Photos play a prominent role on Facebook and, until now, visually impaired users have out on a lot of updates from their friends. Facebook’s engineers have incorporated artificial intelligence in an attempt to describe these pictures to blind or partially blind users.
Facebook is calling the system “automatic alternative text” and it’s based on a neural network with vast, complex databases designed to mimic the human brain as closely as possible.
The AI software doesn’t actually “see” the picture, but it can compare the objects in it with its vast internal database of similar photos and make an educated guess about what’s being shown.
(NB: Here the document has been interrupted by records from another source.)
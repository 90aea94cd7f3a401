//! The one loading layer: what a command works on. A model from a file or from flags (with
//! `--param`), a model file alone (`golden`, `watch`), the data set, and the N_* list (from
//! `--efolds`, else the model's `efolds` setting, else [`DEFAULT_N_STARS`]); and text files read
//! with a size limit.

use super::check::{
    check_efolds_count, check_efolds_values, check_field_name, check_keys_once, check_params_once, is_reserved,
    split_binding,
};
use super::Failure;
use crate::cli::args::{DataArgs, ModelArgs};
use crate::config::{Config, DEFAULT_N_STARS, MULTI_GOLDEN_TOLERANCE};
use crate::data::DataSet;
use crate::diag::{Diagnostic, Source, Span};
use crate::drivers::golden::several_fields_report;
use crate::drivers::predict::{predict, Options, Report};
use crate::drivers::scan::{Axis, AxisError, PointError};
use crate::drivers::scan_multi::{predict_bound, MultiScanJob};
use crate::model::{FieldValue, MetricEntry, Model, ModelSpec, Origin, ParamSpec, Text};
use crate::report::multi;
use std::path::Path;

/// Builds the model from a file and/or the inline flags (flags override the file), refusing a
/// model of several fields ([`Model::one_field_only`]) for a command that analyses one field.
/// `example` is the command line suggested when no model is given, e.g.
/// `efold predict models/pole-order-2-quadratic.toml`.
// Every command of the crate takes models of several fields today ([`load_model_any`]); this
// stays for a command of one field only.
#[allow(dead_code)]
pub(crate) fn load_model(a: &ModelArgs, example: &str, config: &Config) -> Result<Model, Failure> {
    let model = load_model_any(a, example, config)?;
    let command = example.split_whitespace().take(2).collect::<Vec<_>>().join(" ");
    model.one_field_only(&command)?;
    Ok(model)
}

/// [`load_model`] for a command that also takes models of several fields.
pub(crate) fn load_model_any(a: &ModelArgs, example: &str, config: &Config) -> Result<Model, Failure> {
    let spec = load_spec(a, example, config)?;
    Ok(Model::build(&spec, config)?)
}
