/// Where a shard comes from, written at its top: the first line of a CSV shard
/// (`# efold-scan-shard {...}`), the `shard` object of a JSON shard. `merge` checks it.
#[derive(Debug, Clone, PartialEq, Serialize, serde::Deserialize)]
pub struct Provenance {
    /// [`definition_id`] of the scan.
    pub scan: String,
    /// This shard's index, 1-based.
    pub shard: usize,
    /// How many shards the scan was cut into.
    pub shards: usize,
    /// The points this shard holds, `[first, one past the last]`.
    pub points: [usize; 2],
    /// The scan's total number of points.
    pub total: usize,
    /// The N_* of every point, in row order.
    pub efolds: Vec<f64>,
}

/// What starts a CSV shard's first line.
pub const SHARD_LINE: &str = "# efold-scan-shard ";

/// A fingerprint of everything that makes a scan's rows what they are: the model (name, field,
/// V, K, parameters, range, start), the axes and their values, the N_* list and the data set
/// (its values, not its path). 64-bit FNV-1a of their compact JSON, in hex.
pub fn definition_id(spec: &ModelSpec, axes: &[Axis], n_stars: &[f64], data: &DataSet) -> String {
    let def = serde_json::json!({
        "name": spec.name,
        "field": spec.field,
        "potential": spec.potential.text,
        "kinetic": spec.kinetic.text,
        "params": spec.params.iter().map(|p| (&p.name, &p.value.text)).collect::<Vec<_>>(),
        "range": spec.range.as_ref().map(|(a, b)| (&a.text, &b.text)),
        "start": spec.start,
        "axes": axes.iter().map(|a| (&a.name, &a.values)).collect::<Vec<_>>(),
        "efolds": n_stars,
        "data": data,
    });
    let text = serde_json::to_string(&def).expect("serialisable");
    // FNV-1a, 64 bits (offset basis and prime of the published definition, from memory).
    let mut h: u64 = 0xcbf2_9ce4_8422_2325;
    for b in text.bytes() {
        h ^= u64::from(b);
        h = h.wrapping_mul(0x0000_0100_0000_01b3);
    }
    format!("{h:016x}")
}
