/// Parameter names and values from `--param` flags, each value an expression of `pi` and the
/// parameters before it.
pub fn bind_params(flags: &[String], field: &str, config: &Config) -> Result<(Vec<String>, Vec<f64>), Failure> {
    let mut table = crate::model::ParamTable::default();
    for flag in flags {
        split_binding("--param", flag)?;
    }
    check_params_once(flags)?;
    for flag in flags {
        let (name, text) = split_binding("--param", flag)?;
        if table.contains(name) {
            return Err(Diagnostic::new(format!("parameter `{name}` is given twice"))
                .with_hint("give each --param once")
                .into());
        }
        let origin = format!("--param {name}");
        let v = table
            .evaluate(field, &origin, text, &config.limits)
            .map_err(|e| constant_failure(e, &origin, text, field))?;
        table.push(name, v);
    }
    Ok(table.into_parts())
}

/// The messages of [`constant_expr`] for a value evaluated by a parameter table.
fn constant_failure(e: crate::model::ConstantError, origin: &str, text: &str, field: &str) -> Failure {
    use crate::model::ConstantError;
    match e {
        ConstantError::Expr(e) => e.into(),
        ConstantError::Varying => Diagnostic::new(format!(
            "{origin}: the value `{}` depends on the field `{field}`",
            text.trim()
        ))
        .with_hint("a value may use numbers, `pi` and the parameters")
        .into(),
        ConstantError::NotFinite(v) => {
            Diagnostic::new(format!("{origin}: `{}` is not a finite number ({v})", text.trim())).into()
        }
    }
}

/// Evaluates an expression that must not depend on the field.
fn constant_expr(origin: &str, text: &str, scope: &Scope, params: &[f64], config: &Config) -> Result<f64, Failure> {
    let mut g = Graph::new(scope.clone());
    let (_, id) = lower_into(&mut g, origin, text, &config.limits)?;
    if g.is_varying(id) {
        return Err(Diagnostic::new(format!(
            "{origin}: the value `{}` depends on the field `{}`",
            text.trim(),
            scope.field
        ))
        .with_hint("a value may use numbers, `pi` and the parameters")
        .into());
    }
    let tape = crate::language::tape::Tape::compile(&g, &[id]);
    let v = tape.evaluator(params).eval(0.0);
    if !v.is_finite() {
        return Err(Diagnostic::new(format!(
            "{origin}: `{}` is not a finite number ({})",
            text.trim(),
            crate::report::numfmt::number(v)
        ))
        .into());
    }
    Ok(v)
}

/// Significant digits of `eval`'s text output (a value checked by hand wants more than a table).
const EVAL_DIGITS: usize = 10;

fn eval(a: &EvalArgs, config: &Config) -> Result<String, Failure> {
    if a.order > MAX_ORDER {
        return Err(Diagnostic::new(format!(
            "--order {} is above the highest supported, {MAX_ORDER}",
            a.order
        ))
        .with_hint(format!("use --order 0 to {MAX_ORDER}"))
        .into());
    }
    let (at_name, at_text) = split_binding("--at", &a.at)?;
    if let Some(f) = &a.scope.field {
        check_field_name(f)?;
    }
    let field = a.scope.field.clone().unwrap_or_else(|| at_name.to_string());
    if at_name != field {
        return Err(
            Diagnostic::new(format!("--at names `{at_name}`, but the field is `{field}`"))
                .with_hint(format!("write `--at {field}=VALUE`, or `--field {at_name}`"))
                .into(),
        );
    }
    let (names, values) = bind_params(&a.scope.params, &field, config)?;
    let refs: Vec<&str> = names.iter().map(String::as_str).collect();
    if refs.contains(&field.as_str()) {
        return Err(Diagnostic::new(format!("`{field}` is both the field and a parameter"))
            .with_hint("rename the parameter")
            .into());
    }
    let scope = Scope::new(&field, &refs);
    let x = constant_expr("--at", at_text, &scope, &values, config)?;
    let c = compile(&[("expression", &a.expr)], &scope, &config.limits)?;
    let mut ev = c.tape.evaluator(&values);
    let derivs = ev.derivatives(x, a.order);
    let mut warnings = Vec::new();
    if c.tape.has_abs() && a.order > 0 {
        warnings.push(
            "`abs` is not differentiable where its argument is zero; derivatives there are undefined".to_string(),
        );
    }
    if let Some((k, v)) = derivs.iter().enumerate().find(|(_, v)| !v.is_finite()) {
        let what = if k == 0 {
            "the value".to_string()
        } else {
            format!("derivative {k}")
        };
        let mut d = Diagnostic::new(format!(
            "{what} of the expression is {} at {field} = {}",
            crate::report::numfmt::number(*v),
            crate::report::numfmt::typed(x)
        ));
        if let Some((id, bad)) = c.graph.first_non_finite(c.roots[0], x, &values) {
            d = d.with_hint(format!("`{}` is {bad} there", c.graph.print(id)));
        } else if c.tape.has_abs() {
            d = d.with_hint("`abs` has no derivative where its argument is zero");
        }
        return Err(d
            .with_hint("check the domain of log, sqrt, asin, acos, acosh, atanh, powers, and divisions by zero")
            .into());
    }
    Ok(match a.format {
        Format::Json => {
            let params: serde_json::Map<String, serde_json::Value> = names
                .iter()
                .cloned()
                .zip(values.iter().map(|v| serde_json::json!(v)))
                .collect();
            let obj = serde_json::json!({
                "expression": a.expr,
                "field": field,
                "at": x,
                "params": params,
                "value": derivs[0],
                "derivatives": &derivs[1..],
                "warnings": warnings,
            });
            format!(
                "{}\n",
                serde_json::to_string_pretty(&obj).expect("json of plain numbers")
            )
        }
        Format::Text => {
            let mut out = String::new();
            for w in &warnings {
                let _ = writeln!(out, "warning: {w}");
            }
            let _ = writeln!(out, "at {field} = {}", crate::report::numfmt::typed(x));
            // The value and its derivatives are one column: one style, decimal points aligned.
            let cells = crate::report::numfmt::row(&derivs, EVAL_DIGITS);
            for (k, v) in cells.iter().enumerate() {
                let label = match k {
                    0 => "value".to_string(),
                    _ => format!("d^{k}/d{field}^{k}"),
                };
                let _ = writeln!(out, "  {label:<16} {v:>24}");
            }
            out
        }
    })
}
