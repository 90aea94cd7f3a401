//! A basin run as text, JSON and CSV, and its figure ([`figure`]).
//!
//! JSON: one object, `model`, `fields`, `need`, `efolds`, `velocity`, `sampling` (and `seed`
//! for a random sample), `definition` (the samples and velocity as given), `shard` (for a
//! shard), `summary` (`count`, `fraction_enough`, `fraction_uncertainty`,
//! `outcomes`, `minima`, `directions`, `clusters`) and `points`, each with `index`, `start`
//! (field name -> value), `x_kinetic`, `direction`, `n_total`, `n_inflating`, `outcome`,
//! `end`, `minimum`, `rolls_along`, `n_s` and `r` (lists aligned with `efolds`, null where
//! the run has too few e-folds) and `reason`. CSV: one row per start and N_*.

use crate::analysis::basin::sample::Plan;
use crate::data::DataSet;
use crate::drivers::basin::{BasinPoint, Summary};
use crate::report::numfmt::{number, row_opt, typed};
use crate::report::plot::{self, ColorBar, Marker, Panel, Region, Series};
use indexmap::IndexMap;
use serde_json::{json, Value};

/// A JSON object that keeps its keys in the order written (a `serde_json::Map` sorts them).
type Object = IndexMap<String, Node>;

/// A value of an [`Object`]: a plain JSON value, or an object or list that keeps its order.
#[derive(Debug, Clone, PartialEq, serde::Serialize)]
#[serde(untagged)]
enum Node {
    Leaf(Value),
    Obj(Object),
    List(Vec<Object>),
}

impl<T: Into<Value>> From<T> for Node {
    fn from(v: T) -> Node {
        Node::Leaf(v.into())
    }
}

/// What a report says about the run besides its points.
#[derive(Debug, Clone, PartialEq)]
pub struct Header {
    /// The model's name.
    pub model: String,
    /// The field names.
    pub fields: Vec<String>,
    /// `--need`.
    pub need: f64,
    /// N_* values.
    pub n_stars: Vec<f64>,
    /// `attractor`, `rest` or `kinetic`.
    pub velocity: String,
    /// `grid` or `random`.
    pub sampling: String,
    /// The seed of a random sample.
    pub seed: Option<u64>,
    /// What defines the run beyond these: the samples and the velocity as given.
    pub definition: String,
    /// Shard provenance (a JSON object), if sharded.
    pub shard: Option<Value>,
}

fn named(names: &[String], xs: &[f64]) -> Object {
    names
        .iter()
        .zip(xs)
        .map(|(n, x)| (n.clone(), Node::from(json!(x))))
        .collect()
}
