// incMADSigma is 1.4826 × the median absolute residual coordinate over the
// inlier observations, in normalised units (the MAD estimate of a Gaussian
// σ, common practice; 1.4826 = 1/Φ⁻¹(3/4)).
func incMADSigma(prob *incProblem, u, X []float64) float64 {
	var dev []float64
	for p := 0; p < prob.np; p++ {
		x := X[3*p : 3*p+3]
		for k := prob.pStart[p]; k < prob.pStart[p+1]; k++ {
			if prob.wt[k] == 0 {
				continue
			}
			U := u[8*prob.frame[k] : 8*prob.frame[k]+8]
			ex := prob.obsX[k] - (U[0]*x[0] + U[1]*x[1] + U[2]*x[2] + U[3])
			ey := prob.obsY[k] - (U[4]*x[0] + U[5]*x[1] + U[6]*x[2] + U[7])
			dev = append(dev, math.Abs(ex), math.Abs(ey))
		}
	}
	if len(dev) == 0 {
		return 0
	}
	return 1.4826 * nthSmallest(dev, len(dev)/2)
}

// nthSmallest returns the element that would be at index k of v sorted
// ascending, reordering v: Hoare's selection (FIND, CACM 4(7), 1961) with
// a median-of-three pivot, O(len(v)) expected instead of a sort's
// O(n log n). Deterministic: no random pivots.
func nthSmallest(v []float64, k int) float64 {
	lo, hi := 0, len(v)-1
	for hi > lo {
		mid := lo + (hi-lo)/2
		// Median of three into v[mid].
		if v[mid] < v[lo] {
			v[mid], v[lo] = v[lo], v[mid]
		}
		if v[hi] < v[lo] {
			v[hi], v[lo] = v[lo], v[hi]
		}
		if v[hi] < v[mid] {
			v[hi], v[mid] = v[mid], v[hi]
		}
		pivot := v[mid]
		i, j := lo, hi
		for i <= j {
			for v[i] < pivot {
				i++
			}
			for v[j] > pivot {
				j--
			}
			if i <= j {
				v[i], v[j] = v[j], v[i]
				i++
				j--
			}
		}
		switch {
		case k <= j:
			hi = j
		case k >= i:
			lo = i
		default:
			return v[k]
		}
	}
	return v[k]
}

// reject sets weight 0 for observations whose residual exceeds thr and
// returns how many were newly rejected. A frame keeps at least MinPoints
// inliers; a track left with fewer than two inlier views loses all of them.
func (pr *incProblem) reject(res []float64, thr float64, rejected []bool) int {
	inF := make([]int, pr.nf)
	for k, w := range pr.wt {
		if w > 0 {
			inF[pr.frame[k]]++
		}
	}
	// Worst first, so the frame guard keeps the best observations.
	var cand []int
	for k, r := range res {
		if !rejected[k] && r > thr {
			cand = append(cand, k)
		}
	}
	slices.SortFunc(cand, func(a, b int) int { return -incCmp(res[a], res[b]) })
	count := 0
	for _, k := range cand {
		if inF[pr.frame[k]] <= MinPoints {
			continue
		}
		rejected[k] = true
		pr.wt[k] = 0
		inF[pr.frame[k]]--
		count++
	}
	for p := 0; p < pr.np; p++ {
		in := 0
		for k := pr.pStart[p]; k < pr.pStart[p+1]; k++ {
			if pr.wt[k] > 0 {
				in++
			}
		}
		if in >= 2 || in == 0 {
			continue
		}
		for k := pr.pStart[p]; k < pr.pStart[p+1]; k++ {
			if pr.wt[k] > 0 && inF[pr.frame[k]] > MinPoints {
				rejected[k] = true
				pr.wt[k] = 0
				inF[pr.frame[k]]--
				count++
			}
		}
	}
	return count
}

func incCmp(a, b float64) int {
	switch {
	case a < b:
		return -1
	case a > b:
		return 1
	}
	return 0
}

// export converts the state to pixels.
func (st *incState) export(m *Measurements) *AffineFit {
	pr := st.prob
	nfAll, npAll := m.Dims()
	fit := &AffineFit{Frames: st.frames, Tracks: st.points,
		M: mat.NewDense(2*pr.nf, 3, nil), T: make([]float64, 2*pr.nf),
		X: mat.NewDense(3, pr.np, nil), Weights: make([]float64, nfAll*npAll)}
	s, c := pr.norm.scale, [2]float64{pr.norm.cx, pr.norm.cy}
	for f := 0; f < pr.nf; f++ {
		for a := 0; a < 2; a++ {
			U := st.u[8*f+4*a : 8*f+4*a+4]
			fit.M.Set(2*f+a, 0, s*U[0])
			fit.M.Set(2*f+a, 1, s*U[1])
			fit.M.Set(2*f+a, 2, s*U[2])
			fit.T[2*f+a] = s*U[3] + c[a]
		}
	}
	for p := 0; p < pr.np; p++ {
		for a := 0; a < 3; a++ {
			fit.X.Set(a, p, st.X[3*p+a])
		}
		for k := pr.pStart[p]; k < pr.pStart[p+1]; k++ {
			fit.Weights[st.frames[pr.frame[k]]*npAll+st.points[p]] = pr.wt[k]
		}
	}
	return fit
}

// incRanges writes sorted integers as "0–17, 20, 22–30".
func incRanges(ids []int) string {
	v := append([]int(nil), ids...)
	sort.Ints(v)
	var b strings.Builder
	for i := 0; i < len(v); {
		j := i
		for j+1 < len(v) && v[j+1] == v[j]+1 {
			j++
		}
		if b.Len() > 0 {
			b.WriteString(", ")
		}
		if j > i {
			fmt.Fprintf(&b, "%d–%d", v[i], v[j])
		} else {
			fmt.Fprintf(&b, "%d", v[i])
		}
		i = j + 1
	}
	return b.String()
}
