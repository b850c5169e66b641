package track

import (
	"context"
	"encoding/binary"
	"fmt"
	"math"
	"math/bits"
	"math/rand/v2"
	"runtime"
	"slices"
	"sort"
	"sync"
	"sync/atomic"

	"gocv.io/x/gocv"
)

// LoopOptions configures CloseLoops. The zero value of every field means
// its default; booleans are phrased so that false is the default. Defaults
// that depend on the sequence use n, its number of frames.
type LoopOptions struct {
	// Off turns loop closure off: CloseLoops returns an empty report and
	// leaves the Set as it is.
	Off bool

	// MinGap is the fewest frames between the two frames in which an
	// earlier and a later track are compared. Default max(2, n/3): on a
	// turntable a point that leaves the view comes back about a turn
	// later; tracks a few frames apart are the tracker's business.
	MinGap int
	// Stride picks the key frames in which descriptors are computed:
	// frames 0, Stride, 2·Stride, … and the last frame. Default
	// max(1, round(n/36)), about 36 key frames.
	Stride int

	// Features is the most ORB keypoints detected per key frame (OpenCV's
	// nfeatures). Detection is masked to disks of radius MaxPixel around
	// the tracks' positions, so the keypoints land on tracks. Default
	// 10000.
	Features int
	// Levels is the number of ORB pyramid levels (OpenCV's nlevels; scale
	// factor 1.2, patch size and edge threshold 31 px). Default 3.
	Levels int
	// FastThreshold is the FAST threshold of ORB's detector in grey levels
	// (OpenCV's fastThreshold, whose own default is 20). Default 3: the
	// mask already restricts detection to tracked corners, and a low
	// threshold finds the low-contrast ones too.
	FastThreshold int
	// MaxPixel is the farthest, in pixels, an ORB keypoint may lie from a
	// track's position to describe that track (OpenCV 4.6 as bound by
	// gocv computes ORB descriptors only at keypoints it detects itself).
	// Default 3.
	MaxPixel float64
	// Descriptors is the most descriptors a track takes per key frame:
	// those of the keypoints nearest to it within MaxPixel. Two tracks are
	// as far apart as their closest descriptors, so a track described by a
	// neighbouring keypoint in one frame still meets itself. Default 3.
	Descriptors int

	// MaxHamming is the largest Hamming distance, of ORB's 256 bits, of a
	// match. Default 64.
	MaxHamming int
	// Ratio is the ratio test: the best match's distance must be below
	// Ratio times the second best's, on both sides (Lowe, IJCV 2004);
	// matches must also be mutual. Default 0.8.
	Ratio float64

	// Threshold is the largest distance in pixels of a match from the
	// affine fundamental matrix fitted between the two frames for an
	// inlier (as RejectOptions.Threshold). Default 1.5.
	Threshold float64
	// TransferThreshold is the largest distance in pixels between a
	// track's position and the position transferred from the other frame
	// of the pair and a third view (see CloseLoops) for an inlier. Default
	// 1.5: two tracks of one corner begun in different views disagree by
	// one or two pixels; a larger bound lets neighbouring corners in.
	TransferThreshold float64
	// MinParallax is the least parallax, in pixels, a third view must show
	// against its frame to be used for transfer: the RMS of the tracks'
	// depth coordinate over the two frames. Default 1.
	MinParallax float64
	// Iterations caps RANSAC's samples per fit. Default 1000.
	Iterations int
	// Confidence stops RANSAC once this probability of having drawn an
	// all-inlier sample is reached. Default 0.999.
	Confidence float64
	// Seed seeds RANSAC's random generator (deterministic results).
	// Default 1.
	Seed uint64
	// MinInliers is the fewest matches a frame pair must keep through
	// every check to be verified; pairs with fewer matches are not fitted.
	// Default 10.
	MinInliers int
	// MinInlierShare is the smallest share of a frame pair's matches that
	// must be inliers of its affine fundamental matrix. Default 0.5.
	MinInlierShare float64

	// NoGuided turns guided matching off (by default every verified frame
	// pair also links the tracks its transfers put on top of each other).
	NoGuided bool
	// GuidedRadius is the search radius in pixels of guided matching: a
	// track is taken when it is the only eligible one within GuidedRadius
	// of the transferred position and no other lies within twice that.
	// Default 1.5.
	GuidedRadius float64
	// GuidedHamming is the largest Hamming distance of a guided match when
	// both tracks are described. Default 96: the geometry already singles
	// the candidate out, the descriptors only veto gross disagreement.
	GuidedHamming int
	// NoPropagate turns propagation off (by default, once tracks are
	// merged, frame pairs without descriptor matches are verified on the
	// merged tracks and matched guided, for up to three rounds).
	NoPropagate bool
	// MinVotes is the fewest verified frame pairs that must support a link
	// between two tracks before they are merged. Default 1.
	MinVotes int
}

const (
	defaultLoopKeyFrames    = 36
	defaultLoopFeatures     = 10000
	defaultLoopLevels       = 3
	defaultLoopFast         = 3
	defaultLoopMaxPixel     = 3.0
	defaultLoopDescriptors  = 3
	defaultLoopMaxHamming   = 64
	defaultLoopRatio        = 0.8
	defaultLoopThreshold    = 1.5
	defaultLoopTransfer     = 1.5
	defaultLoopParallax     = 1.0
	defaultLoopIterations   = 1000
	defaultLoopConfidence   = 0.999
	defaultLoopSeed         = 1
	defaultLoopMinInliers   = 10
	defaultLoopInlierShare  = 0.5
	defaultLoopMinVotes     = 1
	defaultLoopGuidedHam    = 96
	defaultLoopGuidedRadius = 1.5

	loopDescriptorBytes = 32  // ORB: 256 bits
	loopScaleFactor     = 1.2 // OpenCV's default ORB scale factor
	loopPatchSize       = 31  // OpenCV's default ORB patch size and edge threshold
	loopBasisTracks     = 20  // fewest tracks to fit a third view's basis
)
Part of the challenge, Facebook says, is in getting computers to recognize what’s most important in an image, whether that’s the people, the background or the “action.”
For each image, the AI system returns a confidence score indicating how sure it is that it can identify what’s in the picture. If this is above 80 percent, an automatically-generated caption appears. According to the engineers behind the system, that target is already being hit for half of all the pictures on the social network, and the underlying technology is getting better all the time.
When objects and people have been identified, Facebook’s software constructs a sentence to describe the picture. If there’s some doubt about the picture then the sentence starts with “image may contain” to express that uncertainty.
The feature is live now in the Facebook iOS app, as long as your language is set to English. Facebook says it hopes to roll out the service to more platforms, languages and markets in the near future. It actually works with any screen reader software – on iOS you can enable it via the VoiceOver tool in the Accessibility section of Settings (under General), for example.
Twitter has also started experimenting with a similar feature, though in this instance captions are added manually. Users on iOS and Android are being encouraged to add their own alt text captions for the benefit of the visually impaired. Letting humans do the work means more accuracy in the description, but it does depend on people putting in the time and effort to explain what they’re posting.